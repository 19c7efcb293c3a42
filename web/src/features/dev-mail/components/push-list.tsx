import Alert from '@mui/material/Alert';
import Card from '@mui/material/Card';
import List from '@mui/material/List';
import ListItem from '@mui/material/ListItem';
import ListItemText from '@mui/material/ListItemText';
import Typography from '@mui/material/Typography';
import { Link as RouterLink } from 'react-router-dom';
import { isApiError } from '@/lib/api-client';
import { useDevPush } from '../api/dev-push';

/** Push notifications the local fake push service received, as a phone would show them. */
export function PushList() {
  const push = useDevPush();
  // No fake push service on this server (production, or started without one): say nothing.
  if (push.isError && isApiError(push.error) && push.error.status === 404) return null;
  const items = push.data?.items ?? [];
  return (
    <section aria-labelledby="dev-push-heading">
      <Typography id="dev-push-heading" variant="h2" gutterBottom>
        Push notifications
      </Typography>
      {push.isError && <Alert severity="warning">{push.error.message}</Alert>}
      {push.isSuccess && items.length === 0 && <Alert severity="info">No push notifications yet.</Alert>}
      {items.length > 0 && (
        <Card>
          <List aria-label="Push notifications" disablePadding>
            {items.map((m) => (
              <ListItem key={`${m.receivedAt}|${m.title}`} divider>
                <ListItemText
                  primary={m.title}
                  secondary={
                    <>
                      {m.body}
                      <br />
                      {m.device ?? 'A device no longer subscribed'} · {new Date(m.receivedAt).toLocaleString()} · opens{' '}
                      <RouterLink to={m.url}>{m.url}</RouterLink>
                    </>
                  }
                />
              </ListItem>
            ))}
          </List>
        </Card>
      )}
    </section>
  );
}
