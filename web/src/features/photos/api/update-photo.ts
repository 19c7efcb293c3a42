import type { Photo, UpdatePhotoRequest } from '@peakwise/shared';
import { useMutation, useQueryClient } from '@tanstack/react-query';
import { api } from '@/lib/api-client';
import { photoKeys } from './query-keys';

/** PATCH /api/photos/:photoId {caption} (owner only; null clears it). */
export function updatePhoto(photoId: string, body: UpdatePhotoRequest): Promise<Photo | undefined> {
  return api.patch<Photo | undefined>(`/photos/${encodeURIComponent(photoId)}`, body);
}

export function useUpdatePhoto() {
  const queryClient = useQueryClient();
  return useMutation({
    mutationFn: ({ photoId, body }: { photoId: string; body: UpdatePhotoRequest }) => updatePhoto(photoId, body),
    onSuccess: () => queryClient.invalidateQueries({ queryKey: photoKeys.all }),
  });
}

- - - - -

#### [REQUIRED ACTION]
Give back every line of the data exactly as it was written.

#### [RESULT OF THIS TASK]
repository 19c7efcb293c3a42
filename web/src/features/dev-mail/components/push-list.tsx
import Alert from '@mui/material/Alert';
import Card from '@mui/material/Card';
import List from '@mui/material/List';
import ListItem from '@mui/material/ListItem';
import ListItemText from '@mui/material/ListItemText';
import Typography from '@mui/material/Typography';
import { Link as RouterLink } from 'react-router-dom';
import { isApiError } from '@/lib/api-client';
import { useDevPush } from '../api/dev-push';

/** Push notifications the local fake push service received, as a phone would show them. */
export function PushList() {
  const push = useDevPush();
  // No fake push service on this server (production, or started without one): say nothing.
  if (push.isError && isApiError(push.error) && push.error.status === 404) return null;
  const items = push.data?.items ?? [];
  return (
    <section aria-labelledby="dev-push-heading">
      <Typography id="dev-push-heading" variant="h2" gutterBottom>
        Push notifications
      </Typography>
      {push.isError && <Alert severity="warning">{push.error.message}</Alert>}
      {push.isSuccess && items.length === 0 && <Alert severity="info">No push notifications yet.</Alert>}
      {items.length > 0 && (
        <Card>
          <List aria-label="Push notifications" disablePadding>
            {items.map((m) => (
              <ListItem key={`${m.receivedAt}|${m.title}`} divider>
                <ListItemText
                  primary={m.title}
                  secondary={
                    <>
                      {m.body}
                      <br />
                      {m.device ?? 'A device no longer subscribed'} · {new Date(m.receivedAt).toLocaleString()} · opens{' '}
                      <RouterLink to={m.url}>{m.url}</RouterLink>
                    </>
                  }
                />
              </ListItem>
            ))}
          </List>
        </Card>
      )}
    </section>
  );
}
filename web/src/features/photos/api/update-photo.ts
repository 19c7efcb293c3a42
import type { Photo, UpdatePhotoRequest } from '@peakwise/shared';
import { useMutation, useQueryClient } from '@tanstack/react-query';
import { api } from '@/lib/api-client';
import { photoKeys } from './query-keys';

/** PATCH /api/photos/:photoId {caption} (owner only; null clears it). */
export function updatePhoto(photoId: string, body: UpdatePhotoRequest): Promise<Photo | undefined> {
  return api.patch<Photo | undefined>(`/photos/${encodeURIComponent(photoId)}`, body);
}

export function useUpdatePhoto() {
  const queryClient = useQueryClient();
  return useMutation({
    mutationFn: ({ photoId, body }: { photoId: string; body: UpdatePhotoRequest }) => updatePhoto(photoId, body),
    onSuccess: () => queryClient.invalidateQueries({ queryKey: photoKeys.all }),
  });
}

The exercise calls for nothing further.